Improving the quality of health care has been a hallmark of nursing since the pioneering work of Florence Nightingale in the mid-19th century. Nightingale's nightly nursing rounds tending to casualties of the Crimean War established her image as “the Lady with the Lamp,” but it is for her use of the scientific method and statistical analysis to improve the quality of nursing care that we remember her as the founder of modern nursing.
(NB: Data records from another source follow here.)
/**
 * Bin completion (Korf 2003, with the Martello–Toth dominance rule): boards are filled one at a time,
 * each around the largest piece left, with a stock and a set of further pieces that no other set
 * dominates. Bound at each node: cost so far plus the dual bound of what is left, or its continuous
 * cost. Returns the best solution found and whether the search ran to the end.
 */
function completionSearch(
  inst: Instance,
  kinds: readonly Kind[],
  dual: DualBound,
  incumbent: Solution | null,
  deadline: number,
): { best: Solution | null; finished: boolean } {
  const K = kinds.length;
  const size = kinds.map((k) => k.size);
  const y = dual.y;
  const left = kinds.map((k) => k.pieces.length);
  const used = inst.stocks.map(() => 0);
  const stack: { stock: number; counts: number[] }[] = [];
  let best = incumbent;
  // Every total is a multiple of the prices' gcd, so only totals a whole step below the best are worth finding.
  const step = Math.max(1, inst.stocks.reduce((g, s) => gcd(g, s.price), 0));
  let bestCost = incumbent ? incumbent.score.cost : Number.POSITIVE_INFINITY;
  const target = (): number => bestCost - step;
  let cost = 0;
  let yLeft = kinds.reduce((a, k, i) => a + k.pieces.length * (y[i] ?? 0), 0);
  let sizeLeft = kinds.reduce((a, k) => a + k.pieces.length * k.size, 0);
  let ticks = 0;
  let timedOut = false;
  let truncated = false;
  // One counter for search nodes and the completion enumeration inside each node: a single node can
  // enumerate millions of sets, so checking per node alone overran timeLimitMs 0 by seconds (issue 12).
  const pastDeadline = (): boolean => {
    if (!timedOut && ++ticks % DEADLINE_CHECK_EVERY === 0 && Date.now() > deadline) timedOut = true;
    return timedOut;
  };
  // ratio[j]: the most value per micro-inch among kinds j.., to bound what a partial set can still gain.
  const ratio = new Array<number>(K + 1).fill(0);
  // Cheapest price per micro-inch, availability aside: a bound on what the rest costs by length.
  const rMin = Math.min(...inst.stocks.map((s) => s.price / s.cap));
  for (let j = K - 1; j >= 0; j--) ratio[j] = Math.max(ratio[j + 1] ?? 0, (y[j] ?? 0) / (size[j] ?? 1));

  const penalty = (): number => inst.stocks.reduce((a, s, i) => a + (s.available - (used[i] ?? 0)) * (dual.excess[i] ?? 0), 0);
  const bound = (): number => {
    const byDual = Math.ceil(yLeft - penalty() - 1e-3 - 1e-9 * Math.abs(yLeft));
    const byLength = Math.ceil(continuousCost(inst.stocks, sizeLeft, used) - 1e-6);
    return cost + Math.max(byDual, byLength, 0);
  };

  const record = (): void => {
    const queues = kinds.map((k) => [...k.pieces]);
    const bins: Bin[] = stack.map((b) => {
      const items: number[] = [];
      let load = 0;
      b.counts.forEach((c, k) => {
        for (let q = 0; q < c; q++) {
          const i = queues[k]?.pop();
          if (i === undefined) continue;
          items.push(i);
          load += size[k] ?? 0;
        }
      });
      return { stock: b.stock, load, items };
    });
    const sol = inst.solution(bins, []);
    if (!best || better(sol.score, best.score)) {
      best = sol;
      bestCost = sol.score.cost;
    }
  };

  type Candidate = { stock: number; counts: number[]; bound: number; load: number };

  /**
   * The undominated sets that can join piece kind `k0` on a new board and still lead below bestCost,
   * best bound first; null once there would be more than `limit`.
   */
  const completions = (k0: number, limit: number): Candidate[] | null => {
    const candidates: Candidate[] = [];
    // suffix[j]: total size of the pieces of kinds j.. still free to join the board.
    const suffix = new Array<number>(K + 1).fill(0);
    for (let j = K - 1; j >= 0; j--) suffix[j] = (suffix[j + 1] ?? 0) + ((left[j] ?? 0) - (j === k0 ? 1 : 0)) * (size[j] ?? 0);
    const pen = penalty();
    let over = false;
    for (let si = 0; si < inst.stocks.length && !over; si++) {
      const st = inst.stocks[si];
      if (!st || st.cap < (size[k0] ?? 0) || (used[si] ?? 0) >= st.available) continue;
      // A child is worth visiting only if cost + price + yLeft - y(set) - its penalty <= target.
      const need = cost + st.price + yLeft - (pen - (dual.excess[si] ?? 0)) - target();
      // By length: cost + price + (sizeLeft - load) * rMin <= target needs at least this load.
      const needLoad = rMin > 0 ? sizeLeft - (target() - cost - st.price) / rMin : Number.NEGATIVE_INFINITY;
      const counts = new Array<number>(K).fill(0);
      counts[k0] = 1;
      const gen = (j: number, room: number, value: number): void => {
        if (over || pastDeadline()) return;
        if (value + room * (ratio[j] ?? 0) < need - 1e-3 - 1e-9 * Math.abs(need)) return;
        const load = st.cap - room;
        if (load + Math.min(room, suffix[j] ?? 0) < needLoad - 1e-3) return;
        if (j === K) {
          if (!undominated(counts, room, k0)) return;
          if (candidates.length >= limit) {
            over = true;
            return;
          }
          const byDual = cost + st.price + yLeft - value - (pen - (dual.excess[si] ?? 0));
          const byLength = cost + st.price + (sizeLeft - load) * rMin;
          candidates.push({ stock: si, counts: [...counts], bound: Math.max(byDual, byLength), load });
          return;
        }
        const fixed = j === k0 ? 1 : 0;
        const have = (left[j] ?? 0) - fixed;
        const w = size[j] ?? 1;
        for (let c = Math.min(have, Math.floor(room / w)); c >= 0; c--) {
          counts[j] = fixed + c;
          gen(j + 1, room - c * w, value + c * (y[j] ?? 0));
        }
        counts[j] = fixed;
      };
      gen(0, st.cap - (size[k0] ?? 0), y[k0] ?? 0);
    }
    if (over || timedOut) return null;
    return candidates.sort((a, b) => a.bound - b.bound || b.load - a.load);
  };

  const dfs = (): void => {
    if (pastDeadline()) return;
    let k0 = 0;
    while (k0 < K && (left[k0] ?? 0) === 0) k0++;
    if (k0 === K) {
      record();
      return;
    }
    if (bound() > target()) return;
    let candidates = completions(k0, COMPLETIONS_PER_NODE);
    if (timedOut) return;
    if (candidates === null) {
      truncated = true;
      candidates = [];
    }
    // Fail first: branch on the piece with the fewest ways to fill its board, which is what makes
    // exactly-full instances such as Falkenauer's triplets tractable.
    for (let k = k0 + 1; k < K && candidates.length > 1; k++) {
      if ((left[k] ?? 0) === 0) continue;
      const fewer = completions(k, candidates.length - 1);
      if (timedOut) return;
      if (fewer !== null) candidates = fewer;
    }
    for (const cand of candidates) {
      const st = inst.stocks[cand.stock];
      if (!st) continue;
      let yTaken = 0;
      let sizeTaken = 0;
      cand.counts.forEach((c, k) => {
        left[k] = (left[k] ?? 0) - c;
        yTaken += c * (y[k] ?? 0);
        sizeTaken += c * (size[k] ?? 0);
      });
      used[cand.stock] = (used[cand.stock] ?? 0) + 1;
      cost += st.price;
      yLeft -= yTaken;
      sizeLeft -= sizeTaken;
      stack.push({ stock: cand.stock, counts: cand.counts });
      dfs();
      stack.pop();
      sizeLeft += sizeTaken;
      yLeft += yTaken;
      cost -= st.price;
      used[cand.stock] = (used[cand.stock] ?? 0) - 1;
      cand.counts.forEach((c, k) => (left[k] = (left[k] ?? 0) + c));
      if (timedOut) return;
    }
  };

  /**
   * Martello–Toth dominance, as far as Korf checks it: the set must be maximal, and no piece left out
   * may replace one piece, or two, of the set (other than the one the board is built around) whose
   * sizes it covers while still fitting.
   */
  const undominated = (counts: readonly number[], room: number, k0: number): boolean => {
    const excluded: number[] = [];
    for (let k = K - 1; k >= 0; k--) if ((left[k] ?? 0) > (counts[k] ?? 0)) excluded.push(size[k] ?? 0);
    // excluded is increasing; the smallest left out must not fit in what remains.
    if ((excluded[0] ?? Number.POSITIVE_INFINITY) <= room) return false;
    const smallestAtLeast = (x: number): number => {
      let lo = 0;
      let hi = excluded.length;
      while (lo < hi) {
        const mid = (lo + hi) >> 1;
        if ((excluded[mid] ?? 0) < x) lo = mid + 1;
        else hi = mid;
      }
      return excluded[lo] ?? Number.POSITIVE_INFINITY;
    };
    const free = (k: number): number => (counts[k] ?? 0) - (k === k0 ? 1 : 0);
    for (let a = 0; a < K; a++) {
      if (free(a) <= 0) continue;
      const za = size[a] ?? 0;
      if (smallestAtLeast(za + 1) <= za + room) return false;
      for (let b = a; b < K; b++) {
        if (free(b) <= 0 || (b === a && free(a) < 2)) continue;
        const z = za + (size[b] ?? 0);
        if (smallestAtLeast(z) <= z + room) return false;
      }
    }
    return true;
  };

  dfs();
  return { best, finished: !timedOut && !truncated };
}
In a recent interview, Beth Sharp, PhD, RN, senior advisor, women's health and gender research at the Agency for Healthcare Research and Quality (AHRQ), said, “If Florence Nightingale were alive today, AHRQ investigators would be clamoring to have her as a consultant on their grants for quality measurement, health care–associated infections, and training in patient-centered services.”1

Since 2005, acute care hospitals have been participating in the federal Inpatient Quality Reporting (IQR) program mandated by the Medicare Prescription Drug, Improvement and Modernization Act of 2003. In the first year of this pay-for-reporting program, hospitals submitted performance data on 10 specific measures of health care quality, often referred to as the “core measures.” The Centers for Medicare and Medicaid Services (CMS) paid hospitals that submitted these data the full Medicare payment, adjusted annually for inflation. This program has continued to develop, in both the number of quality measures required and the amounts of money tied to these measures. By October 2013, the program had grown to encompass 55 health care quality measures. If a hospital doesn't submit these data in a timely and accurate way each quarter, the hospital is penalized 2% of the total annual Medicare payment.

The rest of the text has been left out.